Since the days of Georgia's independence the Armenian Diocese in Georgia, Georgian citizens of Armenian origin, particularly Tbilisi-Armenians, have been waiting for the return to the Armenian Diocese in Georgia the ancient Armenian temples confiscated by the Bolsheviks in the Soviet era.

However, during the past 27 years as during the Soviet regime only two churches – St. Gevorg Cathedral and St. Etchmiadzin Church in Avlabari continue to operate in Tbilisi and only 58 churches in the whole territory of Georgia, which did not become a legal property of the Armenian Diocese in Georgia.

During the Soviet era 22 of the 27 Armenian churches were destroyed in Pre-Soviet Tbilisi, 6 churches were Georgianized by the Georgian Patriarchate, and the fate of the 7 churches remains uncertain. Among the latter are the St. Gevorg of Mughni church (1356), which collapsed in 2009, the Surb Nshan (St. Nikoghayos) church (the Holy Seal church, (1624)), which was burnt and destroyed in 2002 and 2012, Yerevantsots St. Minas church (1790), which was privatized by a physical entity, in 2009, the Harants Monastery (the belfry, (931)), Krtsanis Tsiranavor St. Astvatsatsin Cathedral church (3-15 centuries). Today, the Shamkhoretsonts St. Astvatsatsin (Red Gospel) (1835) and Surb Nshan (the Holy Seal) churches are in danger of destruction.

Particularly, we are concerned about the fact that the Armenian Tandoyants St. Astvatsatsin church (1850-1860) was illegally transferred to the Georgian Patriarchate's balance sheet in 2017.

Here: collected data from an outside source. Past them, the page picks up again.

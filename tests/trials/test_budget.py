"""The time budget: durations, the replay of the job order, and a budget too short to start."""

from __future__ import annotations

import pytest

from kablate.cli import parse_duration
from kablate.errors import UsageError
from kablate.trials import RunOptions, run_sweep
from kablate.trials.budget import schedule
from kablate.trials.jobs import order_jobs


@pytest.mark.parametrize(
    ("text", "seconds"), [("8h", 28800), ("90m", 5400), ("2h30m", 9000), ("45s", 45)]
)
def test_parse_duration(text, seconds):
    assert parse_duration(text) == seconds


@pytest.mark.parametrize("text", ["", "8", "h", "1d", "0m", "-5m"])
def test_bad_durations_are_usage_errors(text):
    with pytest.raises(UsageError, match="--budget"):
        parse_duration(text)


def test_jobs_are_seed_major():
    jobs = order_jobs([("a", "A"), ("b", "B")], (0, 1, 2))
    assert [(j.variant, j.seed) for j in jobs] == [
        ("A", 0), ("B", 0), ("A", 1), ("B", 1), ("A", 2), ("B", 2)
    ]  # fmt: skip


def test_schedule_replays_the_order_on_the_workers_and_stops_at_the_first_overrun():
    jobs = order_jobs([("a", "A"), ("b", "B")], (0, 1, 2))
    seconds = {"a": 10.0, "b": 30.0}
    # Two workers taking the next job when free (list scheduling), worked by hand:
    # A0 0-10, B0 0-30, A1 10-20, B1 20-50, A2 30-40, B2 40-70.
    plan = schedule(jobs, seconds, n_workers=2)
    assert plan.starts == [0, 0, 10, 20, 30, 40]
    assert plan.total_seconds == 70 and plan.n_fit == 6
    cut = schedule(jobs, seconds, n_workers=2, budget=45)
    assert cut.n_fit == 3  # B1 would end at 50 > 45: it and everything after it never start
    assert cut.fit_seconds == 30
    assert cut.complete_seeds([0, 1, 2], 2, already=[]) == [0]
    assert schedule(jobs, seconds, 1).total_seconds == 120  # one worker: the plain sum
    # Workers free only after 5 s of start-up: every job shifts by 5 s, and B1 (20-50 → 25-55)
    # no longer fits a 50 s budget either, but A1 (15-25) still does.
    late = schedule(jobs, seconds, n_workers=2, budget=50, start=5)
    assert late.starts == [5, 5, 15, 25, 35, 45] and late.total_seconds == 75
    assert late.n_fit == 3 and late.fit_seconds == 35


@pytest.mark.slow
def test_a_budget_too_short_for_any_trial_starts_none_and_prints_the_estimate(tiny_sweep, tmp_path):
    printed = []
    opts = RunOptions(
        results_root=tmp_path / "results",
        workers=1,
        budget_seconds=0.001,  # used up by the calibration itself
        show_progress=False,
        echo=printed.append,
    )
    summary = run_sweep(tiny_sweep, opts)
    # A --budget run races (trials/race.py): only seed round 0 is queued, 2 of the 4 trials.
    assert summary.n_ran == 0 and summary.counts == {"waiting": 2, "missing": 2}
    text = printed[0]
    assert "estimate: 4 trials" in text and "0 of 4 trials fit" in text
    assert "; an upper bound: racing may retire variants, which cannot be known" in text
    order = [line.split()[2:5] for line in text.splitlines() if "seed" in line and "~" in line]
    assert [o[2] for o in order] == ["0", "0", "1", "1"]  # seed-major
    assert "no new trial starts" in (summary.results_dir / "run.log").read_text()


@pytest.mark.slow
def test_dry_run_trains_nothing_and_writes_nothing(tiny_sweep, tmp_path):
    printed = []
    opts = RunOptions(results_root=tmp_path / "results", workers=2, dry_run=True, echo=print)
    opts.echo = printed.append
    summary = run_sweep(tiny_sweep, opts)
    assert summary.n_ran == 0 and not (tmp_path / "results").exists()
    assert "estimate: 4 trials to run take about" in printed[0]
    assert "2 worker(s) x 1 thread(s)" in printed[0]
    assert "upper bound" not in printed[0]  # neither racing (no --budget) nor halving
    # ... and says what 100 validation images can resolve against the 1 pp default margin.
    assert "resolution (80% power, one-sided 5%) with 100 validation images" in printed[0]
    assert "the margin needs" in printed[0]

We positively assess some of the steps undertaken by the Government of Georgia aimed at protection of the Armenian heritage in Tbilisi. In particular, the efforts made to reinforce the Norashen St. Astvatsatsin church (1467). We hope that in the near future a similar approach will be applied to the other churches as well. Because these architectural monuments are not only the cultural heritage of Armenian people, but also the cultural heritage of our country, Georgia; destruction of these monuments leads to the distortion of the historical portrait of multinational Georgia.

Before the eyes of the Georgian Armenians, faithful of the Armenian Apostolic church, the houses of faith built by our ancestors, temples, where Christians are baptized and our grandmothers and grandfathers got married; continue to be robbed. It is a double pain for us to be witnesses of the collapse and loss of our ancestral heritage in independent and democratic Georgia, when the Armenian Diocese in Georgia is the historical owner of that heritage. It is a feeling that the Armenian historical and cultural heritage in Georgia is twice plundered: for the first time during the Soviet occupation, and the second time, in independent Georgia.

Due to the absence of law on restitution, the Diocese of the Armenian Apostolic Church in Georgia is deprived of the legitimate opportunity to protect its constitutional rights, as a result of which unlawful and uncontrolled actions by the authorized bodies are taking place. We appeal to the Georgian authorities to return these churches to the Armenian Diocese in Georgia, to make sure that our temples will not be demolished and ruined.

We welcome the activity of the State Agency for Religious Issues of Georgia, established in 2014, as well as the decision of the Government of Georgia on partial compensation for the damage caused during the Soviet regime, the fact that some religious communities (Islamic, Jewish) get back their sanctuaries and we hope that in the near future, our dream to see restored and unlocked, full of Armenian faithful the temples built by our ancestors; will come true.